Decked out in rubber gloves and face masks, about 10 people gathered last week in a conference room in the headquarters of Saris.
They were there for orientation.
In the midst of the biggest economic slowdown in generations, they’ve been hired to help meet a surge in demand for in-home fitness gear and bike accessories from the Fitchburg-based company.
With people around the world confined to their homes for more than a month in response to the COVID-19 pandemic, fitness equipment is in high demand, though not all companies are able to respond. Adobe’s Digital Economy Index showed March orders for things like weights, stationary bikes and treadmills were up 55%.
A recent survey commissioned by Trek Bicycle found more than one in five Americans who own a bike have been riding more during the pandemic — for basic transportation, exercise or just a diversion during a stressful time.
The study found that more than half plan to continue riding more when the pandemic is over.
“We know people like riding their bikes,” Saris co-founder and CEO Chris Fortune said. “That’s one thing we do know.”
Bicycle supply, repair and sales are considered essential services under Gov. Tony Evers’ March 24 executive order that closed many businesses, limited travel and encouraged people to stay home in an effort to slow the spread of COVID-19, the disease that as of Sunday had infected at least 5,911 people in Wisconsin and killed 272.
Fortune said he’s operating “full-tilt” to meet demand.
A busy time
In the 80,000-square-foot factory on Verona Road, masked workers were bending aluminum, machining steel and assembling parts into bike racks and stationary trainers that allow people to ride their bikes indoors.
“We might as well,” said Carlos Gonzalez, who was busy assembling the company’s top-end H3 trainers. “We don’t know what’s going to happen in the future, but right now we’ve got to take advantage of it.”
While manufacturing domestically is typically a challenge, Fortune said it’s become an advantage since the pandemic disrupted global supply chains, making it hard for competitors to get goods from overseas.
Fortune said most of his suppliers are based in Wisconsin, and it hasn’t been hard to find workers, though some employees have had to stay home to take care of kids.
“We know people who’ve been with us and have gone other places and have been laid off,” he said.
The company, started in 1974 as Atkins Graber and purchased by Fortune and his wife in 1989, will have about 180 employees with the new hires.
Fortune said he’s providing workers with gloves and masks and has taken steps to keep people apart while also providing health information in multiple languages.
“We want them to be smart and understand the why behind everything,” he said.
For Trek, the pandemic has resulted in what brand director Eric Bjorling calls a “miniboom” in sales of entry-level and children's bikes as well as repairs at the company’s retail shops.
“We’re seeing people bring in bikes for service — older bikes, bikes that clearly have not been used for a long time,” he said. “We’re seeing more families riding together. Kids are home — parents are looking for anything.”
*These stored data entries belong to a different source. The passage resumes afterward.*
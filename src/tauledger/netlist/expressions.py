"""The numeric dialect of {..}, '..' and .param: parsing by grammar/expression.lark, and evaluation.

As ngspice evaluates it before the run: x^y is |x|^y, pow(x, y) keeps the sign, log is the natural logarithm, truth is 1
or 0, `\\` is the integer division, nint rounds half to even. Random functions are refused: a review must come out
the same each time.
"""

from __future__ import annotations

import math
import operator
from collections.abc import Callable, Sequence
from functools import cache
from typing import TYPE_CHECKING, Any

from msgspec import Struct

from tauledger.errors import NetlistError
from tauledger.netlist.diagnostics import Site, nearest
from tauledger.netlist.formulas import Call, Formula, Name, Number, Operation, Probe, Tree, formula_parser, offset
from tauledger.netlist.numbers import read_formula_number

if TYPE_CHECKING:
    from lark import Lark, Token

MOST_CHARACTERS = 4000
MOST_OPERATORS = 300


def _sign(x: float) -> float:
    return math.copysign(1.0, x) if x else 0.0


def _choose(condition: float, yes: float, no: float) -> float:
    return yes if condition else no


def _power(x: float, y: float) -> float:
    return math.pow(abs(x), y)


FUNCTIONS: dict[str, tuple[int, Callable[..., float]]] = {
    "abs": (1, abs),
    "sgn": (1, _sign),
    "sqrt": (1, math.sqrt),
    "sqr": (1, lambda x: x * x),
    "exp": (1, math.exp),
    "ln": (1, math.log),
    "log": (1, math.log),
    "log10": (1, math.log10),
    "sin": (1, math.sin),
    "cos": (1, math.cos),
    "tan": (1, math.tan),
    "asin": (1, math.asin),
    "acos": (1, math.acos),
    "atan": (1, math.atan),
    "arctan": (1, math.atan),
    "sinh": (1, math.sinh),
    "cosh": (1, math.cosh),
    "tanh": (1, math.tanh),
    "asinh": (1, math.asinh),
    "acosh": (1, math.acosh),
    "atanh": (1, math.atanh),
    "int": (1, lambda x: float(math.trunc(x))),
    "nint": (1, lambda x: float(round(x))),
    "floor": (1, lambda x: float(math.floor(x))),
    "ceil": (1, lambda x: float(math.ceil(x))),
    "min": (2, min),
    "max": (2, max),
    "pow": (2, math.pow),
    "pwr": (2, _power),
    "ternary_fcn": (3, _choose),
}
POWERS = {
    "pow": "pow(x,y) keeps the sign of x here, as ngspice does; in a behavioural source it takes |x|",
    "pwr": "pwr(x,y) takes |x| here, as ngspice does; in a behavioural source it keeps the sign of x",
}
RANDOM = ("gauss", "agauss", "unif", "aunif", "limit")

_OPERATORS: dict[str, Callable[[float, float], float]] = {
    "+": operator.add,
    "-": operator.sub,
    "*": operator.mul,
    "/": operator.truediv,
    "%": math.fmod,
    "\\": lambda x, y: float(math.trunc(x / y)),
    "^": _power,
    "**": _power,
    "==": lambda x, y: float(x == y),
    "=": lambda x, y: float(x == y),
    "!=": lambda x, y: float(x != y),
    "<>": lambda x, y: float(x != y),
    "<": lambda x, y: float(x < y),
    ">": lambda x, y: float(x > y),
    "<=": lambda x, y: float(x <= y),
    ">=": lambda x, y: float(x >= y),
    "&&": lambda x, y: float(bool(x) and bool(y)),
    "||": lambda x, y: float(bool(x) or bool(y)),
}


def parse_formula(site: Site, text: str, at: int, inner: int) -> Formula:
    """Parse the text of a formula. at, inner: offsets in the card of its first character and of the text.

    Raises NetlistError at the character where the formula stops making sense.
    """
    from lark import UnexpectedCharacters, UnexpectedToken

    if not text.strip():
        raise site.fault(at, "the formula is empty", "write a number or a formula", wide=len(text) + inner - at + 1)
    check_length(site, text, at)
    try:
        parsed: Any = _parser().parse(text)
    except UnexpectedCharacters as error:
        where = error.pos_in_stream or 0
        raise site.fault(inner + where, f"{text[where]!r} cannot stand in a formula") from error
    except UnexpectedToken as error:
        if error.token.type == "$END":
            unclosed = text.count("(") > text.count(")")
            message = (
                "the formula ends before its last parenthesis is closed" if unclosed else "the formula ends too early"
            )
            raise site.fault(
                inner + len(text), message, "" if unclosed else "an operator needs a value behind it"
            ) from error
        where = error.pos_in_stream or 0
        found = str(error.token)
        raise site.fault(
            inner + where, f"{found!r} cannot stand here in a formula", advice(text, where, found)
        ) from error
    tree: Tree = parsed
    _check_signs(site, tree, text, inner)
    return Formula(text, at, inner, _marked(tree, text) if text.count("?") > 1 else tree)


def check_length(site: Site, text: str, at: int) -> None:
    """Raise NetlistError for a formula beyond the limits, which hold for both dialects."""
    if len(text) > MOST_CHARACTERS or sum(map(text.count, "+-*/%\\^<>=&|!?(,")) > MOST_OPERATORS:
        limits = f"at most {MOST_CHARACTERS} characters and {MOST_OPERATORS} operators and parentheses"
        raise site.fault(at, "the formula is too long", f"split it into parameters: {limits}")


def advice(text: str, where: int, found: str) -> str:
    """Say what would help where a formula stops making sense at `found`; empty where that is not clear."""
    if found[0] in "+-" or text[:where].rstrip()[-1:] in ("+", "-"):
        return "behind an operator only a minus before a number stands: use parentheses"
    if found[0].isdigit() and where and text[where - 1].isalpha():
        return "digits cannot follow a suffix: write 4.7k, not 4k7"
    return "an operator is missing before it" if found[0].isalnum() or found[0] in "_(" else ""


def _check_signs(site: Site, tree: Tree, text: str, inner: int) -> None:
    """Refuse a sign behind a comparison, `?`, `:`, && or || before anything but a number, as ngspice does."""
    if isinstance(tree, Number | Name | Probe):
        return
    if isinstance(tree, Call):
        for part in tree.arguments:
            _check_signs(site, part, text, inner)
        return
    if tree.operator == "negative" or tree.operator == "positive":
        before = text[: tree.at].rstrip()
        if before and before[-1] not in "(," and not isinstance(tree.operands[0], Number):
            raise site.fault(
                inner + tree.at, "behind an operator only a minus before a number stands", "use parentheses"
            )
    for part in tree.operands:
        _check_signs(site, part, text, inner)


def _marked(tree: Tree, text: str) -> Tree:
    """Give "??" to each choice whose middle branch is another one without parentheses: ngspice reads it otherwise."""
    if isinstance(tree, Call):
        return Call(tree.function, tuple(_marked(part, text) for part in tree.arguments), tree.at)
    if not isinstance(tree, Operation):
        return tree
    operator = tree.operator
    if operator == "?" and _bare(tree.operands[1], text):
        operator = "??"
    return Operation(operator, tuple(_marked(part, text) for part in tree.operands), tree.at)


def _bare(branch: Tree, text: str) -> bool:
    """Say whether the middle branch of a choice is a choice that no parentheses enclose."""
    if not (isinstance(branch, Operation) and branch.operator == "?"):
        return False
    depth = 0
    for character in text[text.rfind("?", 0, _first(branch)) + 1 :]:
        depth += (character == "(") - (character == ")")
        if character in "?:" and depth == 0:
            return character == "?"
    return False


def _first(tree: Tree) -> int:
    """Give the offset at which a part of a formula begins, parentheses left out."""
    if isinstance(tree, Operation):
        return min(tree.at, *map(_first, tree.operands))
    return tree.at


class Surrounding(Struct, frozen=True):
    """What a formula needs of the place where it stands.

    parameter: value of a name. call: value of a function of the user's own, None where there is none of that name.
    functions: names of those. fault: makes the error for a part of the tree. remark: takes what the reader must know.
    """

    parameter: Callable[[Name], float]
    call: Callable[[Call, Sequence[float]], float | None]
    functions: Callable[[], Sequence[str]]
    fault: Callable[[Tree, str, str], NetlistError]
    remark: Callable[[str], None]


def evaluate(tree: Tree, here: Surrounding) -> float:
    """Evaluate a formula at its place.

    Raises NetlistError for an unknown function, a wrong number of arguments, and a result that is not finite.
    """
    match tree:
        case Number(value=value):
            return value
        case Name():
            return here.parameter(tree)
        case Operation(operator="?", operands=(condition, yes, no)):
            return evaluate(yes if evaluate(condition, here) else no, here)
        case Operation(operator="??", operands=(condition, Operation(operands=(_, first, _)) as yes, no)):
            return _inner_choice(yes, first, here) if evaluate(condition, here) else evaluate(no, here)
        case Operation(operator="negative", operands=(inner,)):
            return -evaluate(inner, here)
        case Operation(operator="positive", operands=(inner,)):
            return evaluate(inner, here)
        case Operation(operator="!", operands=(inner,)):
            return float(not evaluate(inner, here))
        case Operation(operator=sign, operands=(left, right)):
            values = [evaluate(left, here), evaluate(right, here)]
            if sign in ("^", "**") and values[0] < 0.0:
                here.remark(f"({values[0]:.6g}){sign}{values[1]:.6g} is taken as |x|^y, as ngspice does")
            return _finite(tree, _OPERATORS[sign], values, here.fault)
        case Call(function=name, arguments=arguments):
            values = [evaluate(part, here) for part in arguments]
            own = here.call(tree, values)
            if own is not None:
                return own
            if name.lower() in ("pow", "pwr") and len(values) == 2 and values[0] < 0.0:
                here.remark(POWERS[name.lower()])
            function = _function(tree, name, len(arguments), here)
            return _finite(tree, function, values, here.fault)
    raise TypeError(tree)


def _inner_choice(choice: Operation, first: Tree, here: Surrounding) -> float:
    """Evaluate c ? x : y in a ? c ? x : y : z, for which ngspice takes x whatever c is."""
    value = evaluate(choice, here)
    if (theirs := evaluate(first, here)) != value:
        here.remark(
            f"a choice inside a choice without parentheses, a?c?x:y:z, is a?(c?x:y):z here and gives {value:.6g}; "
            f"ngspice gives {theirs:.6g}, x whatever c is: write the parentheses"
        )
    return value


def _function(tree: Call, name: str, count: int, here: Surrounding) -> Callable[..., float]:
    known, fault = FUNCTIONS.get(name.lower()), here.fault
    if known is None:
        if name.lower() in RANDOM:
            raise fault(
                tree, f"{name} draws a random number", "a review must come out the same each time: write a value"
            )
        raise fault(tree, f"no function is called {name!r}", nearest(name, [*FUNCTIONS, *here.functions()]))
    arity, function = known
    if count != arity:
        wanted = "1 argument" if arity == 1 else f"{arity} arguments"
        raise fault(tree, f"{name} takes {wanted}, not {count}", "")
    return function


def _finite(
    tree: Operation | Call,
    function: Callable[..., float],
    arguments: list[float],
    fault: Callable[[Tree, str, str], NetlistError],
) -> float:
    try:
        result = function(*arguments)
    except (ValueError, ArithmeticError) as error:
        raise _impossible(tree, arguments, fault) from error
    if not math.isfinite(result):
        raise _impossible(tree, arguments, fault)
    return result


def _impossible(
    tree: Operation | Call, arguments: list[float], fault: Callable[[Tree, str, str], NetlistError]
) -> NetlistError:
    values = [f"{value:.6g}" for value in arguments]
    if isinstance(tree, Call):
        said = f"{tree.function}({', '.join(values)})"
    else:
        said = f"{values[0]} {tree.operator} {values[1]}"
    return fault(tree, f"{said} has no finite value", "")


@cache
def _parser() -> Lark:
    def signed(children: Sequence[Token]) -> Number:
        return Number(-read_formula_number(str(children[1])), offset(children[0]))

    return formula_parser("expression.lark", read_formula_number, signed)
Bjorling said the Waterloo-based company has so far been able to meet demand and is offering free home delivery through some 1,400 retailers across the country for bikes ordered online. Retailers are taking appointments and offering concierge service to minimize exposure for both customers and employees.
“We’ve had to completely rethink the way that we do this,” Bjorling said.
Big-box retailers such as Target and Walmart have seen an increase in demand for bikes, said Ryan Birkicht, senior communications manager for Madison-based Pacific Cycle, which owns the Schwinn and Mongoose brands. Birkicht said those retailers have been prioritizing essential goods such as groceries, though bike sales are still up over the previous year.
While Pacific’s bikes are manufactured overseas, Birkicht said the company has been able to meet demand with inventory in warehouses across the country, though it will need to import more bikes if demand continues to increase through the summer.
At Johnson Health Tech, which has its North American headquarters in Cottage Grove, there is strong demand for the company’s treadmills and other fitness equipment, said Patty Parrott, senior director of global marketing. Parrott said stay-at-home orders have hampered the ability to fill retail orders, although there’s been a surge in online sales.
But with gyms and hotels shuttered, Parrott said commercial sales plummeted in March and April, though the company is hoping to see some rebound in May as some gyms begin reopening with limited capacity.
Fortune said lockdowns in Europe fueled an initial surge in sales of trainers like the H3, which retails for about $1,000 and allows users to draft behind and compete against other cyclists on virtual platforms like Zwift and Ruovy.
He’s expecting sales of car racks will take off this summer as restrictions ease.
“People are going to want to get ... out of town, and they’re not flying,” Fortune said. “They’re not going on cruises.”
“We’ve had to completely rethink the way that we do this.”